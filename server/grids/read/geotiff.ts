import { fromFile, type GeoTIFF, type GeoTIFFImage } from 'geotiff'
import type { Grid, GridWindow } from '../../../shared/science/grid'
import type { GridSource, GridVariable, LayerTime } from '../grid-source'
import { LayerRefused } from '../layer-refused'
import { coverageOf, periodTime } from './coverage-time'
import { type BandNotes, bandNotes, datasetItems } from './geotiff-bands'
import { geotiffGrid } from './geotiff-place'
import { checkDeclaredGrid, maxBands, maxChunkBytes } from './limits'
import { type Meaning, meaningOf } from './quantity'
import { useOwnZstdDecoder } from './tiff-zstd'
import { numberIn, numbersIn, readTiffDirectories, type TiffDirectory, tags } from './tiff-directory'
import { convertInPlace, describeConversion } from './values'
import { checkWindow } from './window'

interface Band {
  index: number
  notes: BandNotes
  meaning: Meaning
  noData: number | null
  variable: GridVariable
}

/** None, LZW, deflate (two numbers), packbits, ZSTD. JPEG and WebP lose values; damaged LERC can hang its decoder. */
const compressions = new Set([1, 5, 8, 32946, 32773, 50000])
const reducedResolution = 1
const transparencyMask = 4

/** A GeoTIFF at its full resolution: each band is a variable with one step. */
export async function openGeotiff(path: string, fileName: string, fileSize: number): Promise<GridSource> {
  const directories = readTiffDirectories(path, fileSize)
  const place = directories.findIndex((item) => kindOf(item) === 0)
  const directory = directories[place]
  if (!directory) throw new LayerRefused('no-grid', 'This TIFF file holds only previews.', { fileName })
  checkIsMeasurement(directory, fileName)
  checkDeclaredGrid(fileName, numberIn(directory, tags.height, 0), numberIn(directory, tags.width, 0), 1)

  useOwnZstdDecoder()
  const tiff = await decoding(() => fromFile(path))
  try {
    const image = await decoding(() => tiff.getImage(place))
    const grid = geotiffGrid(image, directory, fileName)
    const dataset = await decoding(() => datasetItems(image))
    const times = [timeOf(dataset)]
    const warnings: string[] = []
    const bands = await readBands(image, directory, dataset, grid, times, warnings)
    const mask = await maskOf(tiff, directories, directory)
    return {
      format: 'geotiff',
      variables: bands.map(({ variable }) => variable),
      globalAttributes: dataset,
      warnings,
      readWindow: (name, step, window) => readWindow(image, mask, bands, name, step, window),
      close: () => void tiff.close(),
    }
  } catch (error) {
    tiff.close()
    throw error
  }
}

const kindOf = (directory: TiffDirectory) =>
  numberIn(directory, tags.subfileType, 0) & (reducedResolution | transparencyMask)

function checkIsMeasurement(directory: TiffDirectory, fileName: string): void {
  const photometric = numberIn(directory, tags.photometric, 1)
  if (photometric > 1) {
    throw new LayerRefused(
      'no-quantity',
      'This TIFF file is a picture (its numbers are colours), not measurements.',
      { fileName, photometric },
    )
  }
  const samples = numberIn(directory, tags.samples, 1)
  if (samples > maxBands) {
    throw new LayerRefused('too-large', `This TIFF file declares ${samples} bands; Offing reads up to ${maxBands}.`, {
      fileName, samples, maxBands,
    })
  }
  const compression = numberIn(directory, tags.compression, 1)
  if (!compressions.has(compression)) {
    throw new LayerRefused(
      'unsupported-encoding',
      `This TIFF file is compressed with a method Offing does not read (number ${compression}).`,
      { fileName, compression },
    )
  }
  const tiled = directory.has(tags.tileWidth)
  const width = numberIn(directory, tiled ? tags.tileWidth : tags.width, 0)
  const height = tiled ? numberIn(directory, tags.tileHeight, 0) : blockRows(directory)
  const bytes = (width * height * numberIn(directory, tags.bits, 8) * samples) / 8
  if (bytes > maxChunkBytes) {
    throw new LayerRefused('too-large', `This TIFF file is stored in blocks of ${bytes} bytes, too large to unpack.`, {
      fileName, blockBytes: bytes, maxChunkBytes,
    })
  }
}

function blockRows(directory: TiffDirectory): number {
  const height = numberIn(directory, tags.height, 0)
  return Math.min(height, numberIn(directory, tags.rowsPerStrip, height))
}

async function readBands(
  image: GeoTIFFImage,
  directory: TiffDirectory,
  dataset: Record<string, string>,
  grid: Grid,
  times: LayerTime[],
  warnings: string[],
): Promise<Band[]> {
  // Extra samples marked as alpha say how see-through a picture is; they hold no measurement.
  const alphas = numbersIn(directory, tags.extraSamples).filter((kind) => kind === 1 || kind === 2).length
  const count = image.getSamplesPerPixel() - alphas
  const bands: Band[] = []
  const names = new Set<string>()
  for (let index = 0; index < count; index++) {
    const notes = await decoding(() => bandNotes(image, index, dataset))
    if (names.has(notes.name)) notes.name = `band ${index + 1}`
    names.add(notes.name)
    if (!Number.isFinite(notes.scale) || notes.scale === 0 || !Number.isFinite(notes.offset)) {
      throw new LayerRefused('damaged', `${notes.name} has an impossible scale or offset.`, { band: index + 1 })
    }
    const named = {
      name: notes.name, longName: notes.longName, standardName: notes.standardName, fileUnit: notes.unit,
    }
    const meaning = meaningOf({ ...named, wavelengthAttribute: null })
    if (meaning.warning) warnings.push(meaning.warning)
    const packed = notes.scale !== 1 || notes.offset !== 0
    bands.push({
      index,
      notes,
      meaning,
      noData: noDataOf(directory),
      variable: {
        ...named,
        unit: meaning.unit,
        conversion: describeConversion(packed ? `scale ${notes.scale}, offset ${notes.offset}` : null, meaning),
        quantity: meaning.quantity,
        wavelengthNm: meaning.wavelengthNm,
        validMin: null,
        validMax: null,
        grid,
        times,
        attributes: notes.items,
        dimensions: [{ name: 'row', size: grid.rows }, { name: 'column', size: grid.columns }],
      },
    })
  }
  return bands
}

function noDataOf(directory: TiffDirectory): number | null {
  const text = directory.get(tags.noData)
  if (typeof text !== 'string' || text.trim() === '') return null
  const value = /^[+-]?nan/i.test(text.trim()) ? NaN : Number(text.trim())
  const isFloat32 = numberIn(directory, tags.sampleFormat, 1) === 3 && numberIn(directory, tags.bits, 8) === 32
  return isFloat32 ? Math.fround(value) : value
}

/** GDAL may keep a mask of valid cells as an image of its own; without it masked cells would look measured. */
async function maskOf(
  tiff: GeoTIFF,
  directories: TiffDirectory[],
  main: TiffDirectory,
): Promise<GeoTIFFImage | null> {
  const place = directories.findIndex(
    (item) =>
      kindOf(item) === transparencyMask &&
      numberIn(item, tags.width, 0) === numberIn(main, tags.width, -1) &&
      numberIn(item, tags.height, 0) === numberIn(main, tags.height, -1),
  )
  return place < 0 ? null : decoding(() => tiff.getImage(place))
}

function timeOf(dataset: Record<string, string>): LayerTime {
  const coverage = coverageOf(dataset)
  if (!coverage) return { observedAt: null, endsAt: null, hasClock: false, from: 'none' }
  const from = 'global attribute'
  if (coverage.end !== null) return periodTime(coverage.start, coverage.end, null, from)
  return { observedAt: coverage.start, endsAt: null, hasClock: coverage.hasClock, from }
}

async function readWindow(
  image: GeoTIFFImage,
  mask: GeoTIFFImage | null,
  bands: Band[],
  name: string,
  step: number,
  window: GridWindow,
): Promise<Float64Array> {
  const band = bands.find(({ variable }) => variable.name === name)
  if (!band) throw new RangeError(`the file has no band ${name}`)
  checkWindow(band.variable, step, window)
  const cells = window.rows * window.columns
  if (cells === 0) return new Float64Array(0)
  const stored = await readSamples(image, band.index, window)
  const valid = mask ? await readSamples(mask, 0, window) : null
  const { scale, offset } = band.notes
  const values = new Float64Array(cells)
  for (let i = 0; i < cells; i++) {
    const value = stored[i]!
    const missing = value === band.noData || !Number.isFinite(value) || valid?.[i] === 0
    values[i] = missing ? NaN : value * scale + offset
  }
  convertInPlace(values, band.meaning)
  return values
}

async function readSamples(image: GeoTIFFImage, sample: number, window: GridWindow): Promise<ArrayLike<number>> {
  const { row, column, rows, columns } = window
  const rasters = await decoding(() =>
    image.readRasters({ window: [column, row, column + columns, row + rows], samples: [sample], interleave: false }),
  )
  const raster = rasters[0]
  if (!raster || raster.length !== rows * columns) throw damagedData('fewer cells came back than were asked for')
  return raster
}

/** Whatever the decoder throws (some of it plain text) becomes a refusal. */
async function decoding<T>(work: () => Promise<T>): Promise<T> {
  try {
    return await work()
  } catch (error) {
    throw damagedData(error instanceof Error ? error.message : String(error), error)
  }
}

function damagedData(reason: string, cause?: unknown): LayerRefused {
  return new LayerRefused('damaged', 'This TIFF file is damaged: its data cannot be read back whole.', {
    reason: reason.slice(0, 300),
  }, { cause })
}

#####

Please write out, exactly as they appear above, only the lines in the stretch from the line with "variable: GridVariable" through the line with "const transparencyMask = 4".

### RESPONSE
  variable: GridVariable
}

/** None, LZW, deflate (two numbers), packbits, ZSTD. JPEG and WebP lose values; damaged LERC can hang its decoder. */
const compressions = new Set([1, 5, 8, 32946, 32773, 50000])
const reducedResolution = 1
const transparencyMask = 4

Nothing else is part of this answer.